MUNGO MacCALLUM. The Australian again supports Trump against Turnbull.

Jun 19, 2017

Let’s face it, it was hardly surprising to find Malcolm Turnbull taking the piss out of Donald Trump. For starters, just about everyone does it – indeed, for much of the time The Donald seems to be doing it himself.  

But, we are warned (by the Murdoch press, if nowhere else) this is yet another black mark against our Prime Minister, a reckless and self-indulgent gesture to the reptiles of the left-leaning Canberra press gallery, a gratuitous insult to Australia’s vital interest.

And it means nothing that the Americans themselves dismiss it as harmless good humour: the lunar right in Australia know better. Greg Sheridan thunders that it is an unbelievably, staggeringly bad call, and given that he was and still is a staunch defender of the war in Vietnam, he has some form in such assessments.

The problem, of course, was not that Turnbull made a joke among what was absurdly billed as an off the record function; it was that the speech was leaked, and for that Turnbull must indeed share a touch of the blame – given the history of similar events it was hardly likely to remain secret, especially when Laurie Oakes, the scourge of the Chatham House rules on confidentiality, was hovering like a cloud no smaller than a man’s elephantiasis.

Oakes did the job of Paul Keating’s Press gallery Dinner speech in 1990. The headline was Keating’s personification of himself as Placido Domingo, but the political fallout was his assertion that unlike America, Australia had never had a great leader.

Bob Hawke, who aspired to be one himself, was not amused and called in Keating for a lecture in the virtues of John Curtin, Hawke’s own hero and role model. The result was the breaking of the Kirribilli pact by which Hawke would give way to Keating before the next election, which started a war between the two which damaged Labor considerably until Keating eventually prevailed.

Turnbull, of course, is already inextricably entangled with his own internecine wars within his party, so it might be assumed that it is unlikely to get much worse, despite the enthusiasm of Sheridan and his mates. But it won’t help, either; such are the eggshells our leader has to negotiate on a daily basis.

And in this context it is absurd of Sheridan to imply that the leak was clearly the malice of “Trump hating. left of centre journalists. The room was also full of politicians, lobbyists and sundry hangers-on. And if the aim was to damage Turnbull, as Sheridan gloats, it most likely came from the right than the left.
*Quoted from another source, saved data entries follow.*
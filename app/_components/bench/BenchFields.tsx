import type { ReactNode } from "react";
import { Select } from "../forms/Select";
import { TextInput } from "../forms/TextInput";
import { unitSymbol } from "../format/number";
import { BLANK_UNITS, LAYOUTS, SHAPE_BLANKS, type BenchField, type BenchSheet } from "./benchSheet";

interface BenchFieldsProps {
  sheet: BenchSheet;
  /** Fields that hold no number. */
  wrong: BenchField[];
  onChange: (change: Partial<BenchSheet>) => void;
}

const LAYOUT_NAMES = { log_tchebycheff: "Log-Tchebycheff", log_linear: "Log-linear", equal_area: "Equal area", method_1: "Method 1", custom: "Custom" };

/** The blanks of the Bench: duct, layout, air, instrument, design. */
export function BenchFields({ sheet, wrong, onChange }: BenchFieldsProps) {
  const units = BLANK_UNITS[sheet.units];
  const blank = (field: BenchField, label: string, unit: string, hint?: string) => (
    <TextInput
      key={field} name={field} label={label} hint={hint} unit={unitSymbol(unit)} inputMode="decimal" autoComplete="off" value={sheet[field]}
      error={wrong.includes(field) ? "Write a number" : undefined}
      onChange={(event) => onChange({ [field]: event.target.value })}
    />
  );
  const choice = <Field extends BenchField>(field: Field, label: string, choices: { value: string; label: string }[], also: (value: string) => Partial<BenchSheet> = () => ({})) => (
    <Select name={field} label={label} choices={choices} value={sheet[field]} onChange={(event) => onChange({ [field]: event.target.value, ...also(event.target.value) })} />
  );
  return (
    <form aria-label="What was measured" onSubmit={(event) => event.preventDefault()} className="grid gap-4">
      <Row legend="Duct">
        {choice("shape", "Shape", [{ value: "rectangular", label: "Rectangular" }, { value: "round", label: "Round" }, { value: "flat_oval", label: "Flat oval" }], (shape) => ({ layout: LAYOUTS[shape as BenchSheet["shape"]][0]! }))}
        {choice("measured", "Measured", [{ value: "inside", label: "Inside" }, { value: "outside", label: "Outside" }])}
        {SHAPE_BLANKS[sheet.shape].map(({ field, label }) => blank(field, label, units.length))}
        {blank("lining", "Lining", units.length)}
      </Row>
      <Row legend="Traverse">
        {choice("layout", "Layout", LAYOUTS[sheet.shape].map((value) => ({ value, label: LAYOUT_NAMES[value] })))}
        {choice("enterFrom", "Drilled from", ["top", "bottom", "left", "right"].map((value) => ({ value, label: value[0]!.toUpperCase() + value.slice(1) })))}
        {choice("kind", "Read as", [{ value: "velocity_pressure", label: "Velocity pressure" }, { value: "velocity", label: "Velocity" }])}
        {choice("principle", "Instrument", [{ value: "", label: "Not said" }, { value: "differential_pressure", label: "Differential pressure" }, { value: "thermal", label: "Thermal" }, { value: "rotating_vane", label: "Rotating vane" }])}
        {choice("units", "Units", [{ value: "ip", label: "in, ft/min" }, { value: "si", label: "mm, m/s" }])}
      </Row>
      <Row legend="Air and design">
        {blank("dryBulb", "Dry bulb", units.temperature)}
        {blank("humidity", "Relative humidity", "percent")}
        {blank("altitude", "Altitude", units.altitude)}
        {blank("ductStatic", "Duct static", units.pressure)}
        {blank("design", "Design airflow", units.airflow)}
        {blank("tolerance", "Tolerance", "percent")}
      </Row>
    </form>
  );
}

function Row({ legend, children }: { legend: string; children: ReactNode }) {
  return (
    <fieldset>
      <legend className="mb-1 text-small font-semibold">{legend}</legend>
      <div className="grid grid-cols-2 items-end gap-x-4 gap-y-3 sm:grid-cols-3 lg:grid-cols-5">{children}</div>
    </fieldset>
  );
}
But whatever, it is a pity that what used to be an amiable piss-take can presumably no longer be part of the amiable piss-up. Oakes has every right to say he doesn’t want to play, but when he can find snoops and sneaks to feed him his tidbits, he loses nothing.

For the rest of us, we can only lament that what was once a convivial evening among peers has become a semi-public charity extravaganza in which the needs of both journalists and politicians have been subsumed by the social media devastation.